▶ [Activity]:
From the entries that follow, report every line in which "Foldwise" occurs.

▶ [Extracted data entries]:
Content starts

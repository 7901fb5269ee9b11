using Foldwise.Storage;

namespace Foldwise.Cli.Tests.Inspection;

public sealed class EarlierStoreTests
{
    [Fact]
    public void A_store_written_before_the_renames_still_opens_for_history_and_show()
    {
        // Given a store of format 1 written before the renames (its kept definition says min_rounds / max_rounds and int;
        // Foldwise.Tuning.Tests/Fixtures/StoreFormat1/README.md says how it was made), copied to a folder
        using var workspace = new Workspace();
        string store = workspace.PathOf(StoreFile.FileName);
        File.Copy(Path.Combine(AppContext.BaseDirectory, "Fixtures", "StoreFormat1", StoreFile.FileName), store);

        // When a lead lists its trials and shows a promoted one
        var history = CliHarness.Run("history", store);
        var show = CliHarness.Run("show", store, "6");

        // Then both read it: ten trials, and trial 6 at rung 1 of 30 rounds
        Assert.True(history.ExitCode == 0, history.Output);
        Assert.Contains("10 trial(s)", history.Output);
        Assert.True(show.ExitCode == 0, show.Output);
        Assert.Contains("1, 30 rounds", show.Output);
    }
}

Content ends

▶ [Solved problem]:
using Foldwise.Storage;
namespace Foldwise.Cli.Tests.Inspection;
        // Foldwise.Tuning.Tests/Fixtures/StoreFormat1/README.md says how it was made), copied to a folder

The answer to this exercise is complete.